- [Collected data entries]:
════════

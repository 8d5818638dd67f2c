import { Link } from 'react-router-dom';
import type { Overview } from '#contract/deposits.ts';
import { Chip } from '#src/components/ui/chip.tsx';
import { Empty } from '#src/components/ui/empty.tsx';
import { Plate } from '#src/components/ui/plate.tsx';
import type { Column } from '#src/components/ui/table/column.ts';
import { Table } from '#src/components/ui/table/table.tsx';
import { tableExports } from '#src/components/ui/table/table-tools.tsx';
import { VERDICT_WORDS, VerdictMark } from '#src/components/ui/verdict-mark.tsx';
import { formatGrade } from '#src/lib/format.ts';
import { formatInstantFully, formatWhen } from '#src/lib/format-dates.ts';
import { STAGE_NAMES, stagePath } from '#src/lib/stages.ts';

export function WaitingPlate({
  waiting,
  depositId,
  className,
}: {
  waiting: Overview['waiting'];
  depositId: number;
  className?: string;
}) {
  return (
    <Plate
      title="What is waiting"
      className={className}
      empty={
        waiting.length === 0 ? (
          <Empty>Nothing waits. What needs a decision appears here, in the order of the job.</Empty>
        ) : undefined
      }
    >
      <ul className="m-0 list-none p-0">
        {waiting.map(({ stage, tone, title, detail }) => (
          <li
            key={`${stage} ${title}`}
            className="grid grid-cols-[1fr_auto] items-start gap-x-2.5 gap-y-0.5 border-b border-rule py-[7px] text-small last:border-0 md:grid-cols-[6.200rem_1fr_auto]"
          >
            <Chip tone={tone} className="justify-self-start md:w-full">
              {STAGE_NAMES[stage]}
            </Chip>
            <div className="min-w-0 max-md:col-span-2 max-md:row-start-2">
              <p className="font-semibold">{title}</p>
              <p className="text-ink-3">{detail}</p>
            </div>
            <Link
              to={stagePath(depositId, stage)}
              aria-label={`Open: ${title}`}
              className="inline-block min-h-6"
            >
              Open
            </Link>
          </li>
        ))}
      </ul>
    </Plate>
  );
}

export function LatelyPlate({
  lately,
  className,
}: {
  lately: Overview['lately'];
  className?: string;
}) {
  return (
    <Plate
      title="Lately"
      className={className}
      empty={
        lately.length === 0 ? (
          <Empty>What people do on this deposit is told here, newest first.</Empty>
        ) : undefined
      }
    >
      <ul className="m-0 list-none p-0">
        {lately.map(({ at, who, what }, index) => (
          <li key={index} className="grid grid-cols-[4.500rem_1fr] gap-x-2 py-[3px] text-small">
            <time dateTime={at} title={formatInstantFully(at)} className="text-ink-3">
              {formatWhen(at)}
            </time>
            <span className="min-w-0">
              <b>{who}</b> {what}
            </span>
          </li>
        ))}
      </ul>
    </Plate>
  );
}

type Grade = Overview['grades'][number];

const VARIABLE: Column<Grade> = {
  header: 'Variable',
  rowHeader: true,
  cell: ({ analyte, domainCode }) => `${analyte} in ${domainCode}`,
};
const VERDICT: Column<Grade> = {
  header: 'Verdict',
  cell: ({ verdict }) => <VerdictMark verdict={verdict} />,
  value: ({ verdict }) => VERDICT_WORDS[verdict],
};

const GRADE_COLUMNS: Column<Grade>[] = [
  VARIABLE,
  {
    header: 'Median',
    align: 'right',
    cell: ({ median, unit }) => formatGrade(median, unit),
    value: ({ median }) => median,
  },
  VERDICT,
];

/** In a file a column has one unit. */
const FILE_COLUMNS: Column<Grade>[] = [
  VARIABLE,
  { header: 'Median', unit: 'ppm', cell: ({ median }) => median },
  { header: 'n', cell: ({ n }) => n },
  VERDICT,
];

export function GradesPlate({
  grades,
  className,
}: {
  grades: Overview['grades'];
  className?: string;
}) {
  return (
    <Plate
      title="Grades in candidate domains"
      qualifier="length-weighted"
      className={className}
      exports={
        grades.length > 0 ? tableExports('grades-in-domains', FILE_COLUMNS, grades) : undefined
      }
      empty={
        grades.length === 0 ? (
          <Empty>
            Once groups are accepted as candidate domains and screened, their grades and mixing
            verdicts stand here.
          </Empty>
        ) : undefined
      }
    >
      <Table
        caption="Median grade and mixing verdict of each pay analyte in each candidate domain"
        columns={GRADE_COLUMNS}
        rows={grades}
        rowKey={({ analyte, domainCode }) => `${domainCode} ${analyte}`}
        maxHeightRem={16}
      />
    </Plate>
  );
}
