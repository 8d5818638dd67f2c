import { useState } from 'react';
import { updateDeposit } from '#contract/deposits.ts';
import { Button } from '#src/components/ui/button.tsx';
import { hasStatus } from '#src/lib/api-problem.ts';
import { notify } from '#src/lib/toasts.ts';
import { useDeposit, useRefusal } from '#src/lib/use-deposit.ts';
import { useUpdateDeposit } from '../api/deposit-mutations.ts';
import { formOf } from '../model.ts';
import { DepositFields } from './deposit-form.tsx';

/** Changes a deposit. The version read first is sent along, so that nobody's change is lost unseen. */
export function SettingsForm() {
  const deposit = useDeposit();
  const [started, setStarted] = useState(deposit);
  const refusal = useRefusal(updateDeposit);
  const update = useUpdateDeposit(deposit.id, () => notify('Settings saved'));
  const isOvertaken = deposit.version !== started.version && !update.isSuccess;
  return (
    <>
      {(isOvertaken || hasStatus(update.error, 412)) && (
        <div
          role="status"
          className="mb-3 rounded-2 border border-warn bg-warn-wash px-3 py-2 text-small"
        >
          <p>
            Someone else has changed these settings since you opened them. What you typed is still
            here.
          </p>
          <Button
            size="tiny"
            className="mt-1.5"
            onClick={() => {
              update.reset();
              setStarted(deposit);
            }}
          >
            Show theirs
          </Button>
        </div>
      )}
      <DepositFields
        key={started.version}
        initial={formOf(started)}
        submitLabel="Save settings"
        isBusy={update.isPending}
        error={hasStatus(update.error, 412) ? null : update.error}
        unavailable={refusal}
        onSubmit={(body) =>
          update.mutate({ body, version: started.version }, { onSuccess: setStarted })
        }
      />
    </>
  );
}
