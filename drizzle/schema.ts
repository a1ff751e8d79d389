import { sql } from 'drizzle-orm';
import { check, index, integer, real, sqliteTable, text, uniqueIndex } from 'drizzle-orm/sqlite-core';
import type { AuditFinding, PartAudit } from '@shared/audit';
import type { AnswerDigest, CheckResult } from '@shared/checks';
import type { CorrectionStep } from '@shared/corrections';
import type { LateRule } from '@shared/late-rule';
import type { MarkedCriterion } from '@shared/marking';
import type { ProblemDraft } from '@shared/problem-draft';
import type { ProblemContent } from '@shared/problems';
import { setStageNames } from '@shared/primitives';
import { queryPolicies } from '@shared/query-policy';
import { reviewDecisionKinds, type CommentAnchor } from '@shared/review';
import type { GivenValue } from '@shared/variants';

/*
 * Every table of the installation, in the order of the work: people, courses, problems, sets, scripts, marks, record.
 *
 * Identifiers are random (UUIDv4), so that none tells time or order. Times are UTC milliseconds, except the expiry of
 * sessions, which the session library counts in seconds. No foreign key cascades: a rebuilt table would fire it.
 */

const id = () => text().primaryKey();
const time = () => integer();
const version = () => integer().notNull().default(1);

// ---------------------------------------------------------------------------------------------- people and accounts

export const users = sqliteTable(
  'users',
  {
    id: id(),
    /** Lower case, as it is compared. */
    email: text().notNull(),
    name: text().notNull(),
    /** Argon2id in its own notation; null until an invitation is accepted. */
    passwordHash: text(),
    isAdministrator: integer({ mode: 'boolean' }).notNull().default(false),
    createdAt: time().notNull(),
  },
  (table) => [uniqueIndex('users_email').on(table.email)],
);
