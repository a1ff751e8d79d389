import { ChangeDetectionStrategy, Component, computed, inject, input } from '@angular/core';
import { rxResource } from '@angular/core/rxjs-interop';
import { MatButtonModule } from '@angular/material/button';
import { RouterLink } from '@angular/router';
import type { ResultsSummary } from '@shared/results';
import { ResultsApi } from '../../core/api/results-api';
import { sentenceOf } from '../../core/api/request-failure';
import { EmptyState } from '../../ui/empty-state/empty-state';
import { ErrorState } from '../../ui/error-state/error-state';
import { LoadingBars } from '../../ui/loading-bars/loading-bars';

/** The sets that have scripts: their results, and their release. */
@Component({
  selector: 'app-results-list',
  imports: [EmptyState, ErrorState, LoadingBars, MatButtonModule, RouterLink],
  template: `
    <div class="page">
      <header class="pages">
        <h1>Results</h1>
        <a matButton routerLink="../queries">Mark queries</a>
        <a matButton routerLink="../receipts">Verify a receipt</a>
      </header>
      @if (problem(); as sentence) {
        <app-error-state [text]="sentence" (retried)="list.reload()" />
      } @else if (list.hasValue()) {
        @if (list.value().items.length > 0) {
          <ul class="rows">
            @for (set of list.value().items; track set.setId) {
              <li>
                <a class="name" [routerLink]="[set.setId]">Set {{ set.number }}, {{ set.title }}</a>
                <span class="quiet">{{ set.stage }}</span>
                <span>{{ marksOf(set) }}</span>
                <span class="deeds">
                  <a matButton [routerLink]="[set.setId]" [attr.aria-label]="'Marks of set ' + set.number">Marks</a>
                  <a
                    matButton="outlined"
                    [routerLink]="[set.setId, 'release']"
                    [attr.aria-label]="'Release of set ' + set.number"
                    >{{ isReleased(set) ? 'The release' : 'Release' }}</a
                  >
                </span>
              </li>
            }
          </ul>
        } @else {
          <app-empty-state
            text="No results yet. When a set has closed and is marked, its marks and its release are here."
          />
        }
      } @else {
        <app-loading-bars [count]="4" [rowHeight]="52" label="The results are on their way" />
      }
    </div>
  `,
  styleUrl: '../results-page.scss',
  changeDetection: ChangeDetectionStrategy.OnPush,
})
export default class ResultsList {
  private readonly api = inject(ResultsApi);

  readonly courseId = input.required<string>();

  protected readonly list = rxResource({
    params: () => this.courseId(),
    stream: ({ params }) => this.api.resultsList(params),
  });
  protected readonly problem = computed(() => (this.list.error() ? sentenceOf(this.list.error()) : null));

  protected isReleased({ stage }: ResultsSummary): boolean {
    return stage === 'released' || stage === 'archived';
  }

  protected marksOf(set: ResultsSummary): string {
    const aside = set.setAside > 0 ? `, ${String(set.setAside)} set aside` : '';
    return `${String(set.scripts)} scripts, ${String(set.marked)} of ${String(set.answers)} answers marked${aside}`;
  }
}
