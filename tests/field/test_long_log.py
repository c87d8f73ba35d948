"""Long logs: read in parts, they say what the same log says read in one piece."""

import csv
import io
import json
import shutil
import sys
import types
from dataclasses import replace

import numpy as np
import pytest
from long_log_maker import LEVELS_M_S, SECTION, write_long_log

from fieldfit import progress
from fieldfit.assessment import assess
from fieldfit.cli import main
from fieldfit.errors import InputError
from fieldfit.field import line_blocks, long_log, long_screens, row_runs, row_store
from fieldfit.field.clock import repeated_or_backwards
from fieldfit.field.even_sample import Sample
from fieldfit.field.log_file import read_log
from fieldfit.field.long_log import open_long_log, read_long_log
from fieldfit.field.plateaus import screen, summarise
from fieldfit.field.readings import Screening
from fieldfit.field.resolution import SAMPLE
from fieldfit.field.row_runs import RunCounter
from fieldfit.field.row_store import RowStore
from fieldfit.field.screens import CLOCK, MISSING, OUTLIER, RANGE, REVERSED, STUCK, UNSTEADY
from fieldfit.field.section_file import read_section
from fieldfit.report.record import record

WEIGHT = 9798.0
ROWS = 200_000
SMALL = 24_000
ROW_REASONS = {MISSING, CLOCK, RANGE, STUCK, REVERSED}


@pytest.fixture(scope="module")
def main_log(tmp_path_factory):
    return write_long_log(tmp_path_factory.mktemp("long"), ROWS)


@pytest.fixture
def short_is_long(monkeypatch):
    """Take every log for a long one."""
    monkeypatch.setattr(long_log, "LONG_LOG_BYTES", 1)


@pytest.fixture
def tiny_parts(monkeypatch, short_is_long):
    """Cut every log into so many parts that everything lies near an edge."""
    monkeypatch.setattr(row_store, "ROWS_AT_ONCE", 997)
    monkeypatch.setattr(line_blocks, "BLOCK_BYTES", 20_011)
    monkeypatch.setattr(line_blocks, "FIRST_BYTES", 1_003)


def in_parts(path):
    section = read_section(path.parent / "section.toml")
    opened = open_long_log(path, section)
    assert opened is not None
    return read_long_log(opened, WEIGHT)


def in_one_piece(path):
    section = read_section(path.parent / "section.toml")
    log = read_log(path, section)
    screening = screen(log, section)
    return log, screening, summarise(log, screening, section, WEIGHT)


def row_by_row(runs, log):
    """Plateau and reason of every row of a log, from runs that do not overlap."""
    plateau, reason = np.zeros(log.rows, dtype=np.int64), np.empty(log.rows, dtype="<U40")
    for first, last, number, why in zip(runs.first_line, runs.last_line, runs.plateau, runs.reason, strict=True):
        rows = slice(np.searchsorted(log.line, first), np.searchsorted(log.line, last) + 1)
        plateau[rows], reason[rows] = number, why
    return plateau, reason


def spoilt(path, changes):
    """The log with some of its lines changed: a function of the fields by line number."""
    lines = path.read_text().splitlines()
    for number, change in changes.items():
        lines[number - 1] = ",".join(change(lines[number - 1].split(",")))
    path.write_text("\n".join(lines) + "\n")
    return path


def with_field(place, text):
    return lambda fields: [*fields[:place], text, *fields[place + 1 :]]
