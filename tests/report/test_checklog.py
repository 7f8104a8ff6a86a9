"""The check log: reading, marks that hold and fall off, coverage, comments, writing back."""

from __future__ import annotations

import os
import re
from functools import cache
from pathlib import Path
from typing import Any

import pytest

from calckit.core.assemble import assemble
from calckit.core.record import Line, Record, canonical, digest
from calckit.errors import CommandError, InputError
from calckit.report import checklog
from calckit.report.checklog import Log, expand, parse, self_check, tie
from calckit.report.model import Ref
from tests.building import COLUMNS, Building

HEAD = ",".join(checklog.COLUMNS)


def record(*lines: Line) -> Record:
    """A calculation of these lines, numbered in order."""
    for number, line in enumerate(lines, 1):
        line.n, line.content = number, digest(canonical(line.hashed()))
    return Record({}, lines=list(lines))


def small(first: float = 62.0) -> Record:
    return record(
        Line("h_n", "given", "h_n", "structural height", first, "ft", "62 ft", section="Height"),
        Line("X.T_a", "computed", "T_a", "approximate period", 0.76, "s", "0.76 s", part="X", section="Period"),
        Line("X.drift", "check", meaning="Story drift", verdict="OK", part="X", section="Drift and stability"),
        Line("N-1", "note", text="Watch the roof.", section="Drift and stability"),
    )


def log(*rows: str, head: str = "line,mark,initials,date") -> Log:
    return parse("\n".join((head, *rows, "")), "log.csv")


def marked(entry: Log, place: int = 0) -> list[str]:
    """The ids that the row is tied to."""
    return [id_ for id_, _ in entry.entries[place].ties]


# --- reading and writing


@pytest.mark.parametrize("end", ["\n", "\r\n"])
@pytest.mark.parametrize("delimiter", [",", ";", "\t"])
@pytest.mark.parametrize("bom", ["", "\ufeff"])
def test_what_is_not_the_kits_own_comes_back_as_it_was(delimiter: str, bom: str, end: str) -> None:
    rows = (
        ("mine", "line", "mark", "initials", "date", "comment", "answer"),
        ("z", "12", "A", "JR", "2026-12-05", "", ""),
        ("", "", "", "", "", "", ""),
        ("", "X.*", "q", "JR", "2026-12-05", '"Why, and\nwhere?"', ""),
        ("a", "N-1", "V", "K.L.", "2026-12-06", "", ""),
    )
    text = bom + "".join(delimiter.join(row) + end for row in rows)
    read = parse(text, "log.csv")
    assert [(entry.number, entry.line, entry.mark) for entry in read.entries] == [
        (2, "12", "A"),
        (4, "X.*", "Q"),
        (5, "N-1", "V"),
    ]
    assert read.entries[1].comment == "Why, and\nwhere?"
    written = read.to_csv()
    assert written.replace('"', "") == text.replace('"', "")
    assert parse(written, "log.csv") == read


def test_columns_that_were_not_there_follow_the_others() -> None:
    tied = tie(log("1,A,JR,2026-12-05,x", head="Line,Mark,Initials,DATE,mine"), small())
    assert tied.columns == (
        "line", "mark", "initials", "date", "mine", "comment", "basis", "why_it_matters", "action_asked", "answer",
        "state", "content",
    )  # fmt: skip
    assert tied.rows[0]["mine"] == "x"
    assert tied.rows[0]["content"] == f"h_n:{small().lines[0].content[:16]}"


def test_every_bad_row_is_named_at_once() -> None:
    rows = (
        "1,A,JR,2026-12-05,,,,,,,",
        ",A,JR,2026-12-05,,,,,,,",
        "1,X,JR,2026-12-05,,,,,,,",
        "1,,JR,2026-12-05,,,,,,,",
        "1,C,,5 Dec,,,,,,,",
        "1,A,JR,2026-02-30,,,,,,closed by JR,",
        "1,Q,JR,2026-12-05,why,,,,,done,",
        "1,Q,JR,2026-12-05,why,,,,,answered,",
        "1,Q,JR,2026-12-05,why,,,,so,answered by AB,",
        "1,A,JR,2026-12-05,,,,,,,touched",
        "h_n,A,JR,2026-12-05,,,,,,,T_a:0123456789abcdef",
    )
    with pytest.raises(InputError, match=r"check log log\.csv") as caught:
        log(*rows, head=HEAD)
    assert str(caught.value).splitlines() == [
        "check log log.csv: row 3, line: needed what the row stands on; given nothing; cure: write a line number such "
        "as 12",
        "  row 4, mark: needed A agreed, C correct this, Q question, V corrected and verified; given X",
        "  row 5: needed a mark or a comment; given neither; cure: write one, or remove the row",
        "  row 6, comment: needed a comment with the mark C; given none; cure: say what is meant",
        "  row 6, initials: needed the initials of who set the row; given nothing",
        "  row 6, date: needed a day, such as 2026-12-05; given 5 Dec; cure: keep the cell as text",
        "  row 7, date: needed a day, such as 2026-12-05; given 2026-02-30; cure: keep the cell as text",
        "  row 7: needed a comment for its state and answer; given none; cure: write the comment, or empty both cells",
        "  row 8, state: needed open, answered or closed by JR; given done",
        "  row 9, answer: needed an answer to a comment that is answered; given none; cure: say how it was met",
        "  row 10, state: needed open, answered or closed by JR; given answered by AB",
        "  row 11, content: needed what the kit wrote; given touched; cure: empty the cell",
        "  row 12, content: needed the content of h_n; given that of T_a; cure: empty the cell",
    ]


@pytest.mark.parametrize(
    ("text", "said"),
    [
        ("", "header: needed a column 'line'; given nothing"),
        ("line,mark,date\n", "header: needed a column 'initials'; given line, mark, date"),
        (f"{HEAD},line\n", "header: needed each column once; given 'line' 2 times"),
        ("line,mark,initials,date\n1,A,JR,2026-12-05,more\n", "row 2: needed 4 cells; given 5"),
        ('line,mark,initials,date\n1,"A,JR,2026-12-05\n', "table: needed CSV text; given unexpected end of data"),
    ],
)
def test_a_table_that_is_none(text: str, said: str) -> None:
    with pytest.raises(InputError, match=re.escape(said)):
        parse(text, "log.csv")


def test_blank_columns_at_the_end_are_nothing() -> None:
    assert marked(tie(log("1,A,JR,2026-12-05,,", head="line,mark,initials,date,,"), small())) == ["h_n"]


def test_a_file_that_cannot_be_read(tmp_path: Path) -> None:
    with pytest.raises(CommandError, match=r"none\.csv cannot be read: No such file"):
        checklog.read(tmp_path / "none.csv")
    (tmp_path / "old.csv").write_bytes("line,mark,initials,date\n1,A,Ä,2026-12-05\n".encode("cp1252"))
    with pytest.raises(CommandError, match=r"old\.csv is not UTF-8 text; cure: save it as CSV in UTF-8"):
        checklog.read(tmp_path / "old.csv")


def test_a_log_that_cannot_be_written_stays_as_it_was(tmp_path: Path, monkeypatch: pytest.MonkeyPatch) -> None:
    path = tmp_path / "log.csv"
    checklog.write(path, log("1,A,JR,2026-12-05"))
    before = path.read_bytes()

    def refuse(*_: object) -> None:
        raise PermissionError(13, "Permission denied")

    monkeypatch.setattr(os, "replace", refuse)
    with pytest.raises(CommandError, match=r"log\.csv cannot be written"):
        checklog.write(path, tie(checklog.read(path), small()))
    assert path.read_bytes() == before
    assert os.listdir(tmp_path) == ["log.csv"]


# --- lines of a row


@pytest.mark.parametrize(
    ("place", "ids"),
    [
        ("2", ["X.T_a"]),
        ("2-3", ["X.T_a", "X.drift"]),
        ("2 to 3", ["X.T_a", "X.drift"]),
        ("2 – 3", ["X.T_a", "X.drift"]),
        ("X.T_a", ["X.T_a"]),
        ("N-1", ["N-1"]),
        ("X.*", ["X.T_a", "X.drift"]),
        ("section Drift and stability", ["X.drift", "N-1"]),
        ("Section drift and stability", ["X.drift", "N-1"]),
    ],
)
def test_what_a_row_stands_on(place: str, ids: list[str]) -> None:
    assert marked(tie(log(f"{place},A,JR,2026-12-05"), small())) == ids


def test_every_row_that_stands_on_no_line_is_named_at_once() -> None:
    rows = [
        f"{place},A,JR,2026-12-05" for place in ("5", "Dec-86", "3-2", "3-9", "X.T_b", "Y.*", "section Wind", "h_n")
    ]
    for step in (tie, expand):
        with pytest.raises(InputError, match=r"check log log\.csv") as caught:
            step(log(*rows), small())
        assert [fault.symbol for fault in caught.value.faults] == [f"row {n}, line" for n in range(2, 9)]
    said = [str(fault) for fault in caught.value.faults]
    assert said[1] == (
        "row 3, line: needed a line number up to 4, a range such as 12 to 86, or an id such as N-1, X.T_a, X.drift; "
        "given Dec-86"
    )
    assert "an id such as X.T_a" in said[4]
    assert said[5:] == [
        "row 7, line: needed a part: X.*; given Y.*",
        "row 8, line: needed section and one of: Height; Period; Drift and stability; given section Wind",
    ]
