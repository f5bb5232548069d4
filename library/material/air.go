package material

import "workheat/network/element"

// airTable is c [J/(kg K)] and k [W/(m K)] of air over K. Incropera, DeWitt, Bergman and Lavine,
// Fundamentals of Heat and Mass Transfer, Table A.4.
var airTable = [...]struct{ t, c, k float64 }{
	{200, 1007, 18.1e-3},
	{250, 1006, 22.3e-3},
	{300, 1007, 26.3e-3},
	{350, 1009, 30.0e-3},
	{400, 1014, 33.8e-3},
	{450, 1021, 37.3e-3},
	{500, 1030, 40.7e-3},
	{550, 1040, 43.9e-3},
	{600, 1051, 46.9e-3},
	{650, 1063, 49.7e-3},
	{700, 1075, 52.4e-3},
	{750, 1087, 54.9e-3},
	{800, 1099, 57.3e-3},
	{850, 1110, 59.6e-3},
	{900, 1121, 62.0e-3},
	{950, 1131, 64.3e-3},
	{1000, 1141, 66.7e-3},
}

func air() *element.Material {
	n := len(airTable)
	t, c, k := make([]float64, n), make([]float64, n), make([]float64, n)
	for i, row := range airTable {
		t[i], c[i], k[i] = row.t, row.c, row.k
	}
	return &element.Material{
		Name:         "air",
		About:        "dry air at constant pressure; density is that at 300 K and 1 bar",
		Source:       "Incropera, DeWitt, Bergman and Lavine, Table A.4",
		Density:      1.1614,
		Capacity:     element.MustCurve(t, c),
		Conductivity: element.MustCurve(t, k),
		Low:          t[0],
		High:         t[n-1],
	}
}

════════

- [Problem to work on]:
Check each line in the records above for the word "rxResource". Return those that have it.

- [Written solution]:
import { rxResource } from '@angular/core/rxjs-interop';
  protected readonly list = rxResource({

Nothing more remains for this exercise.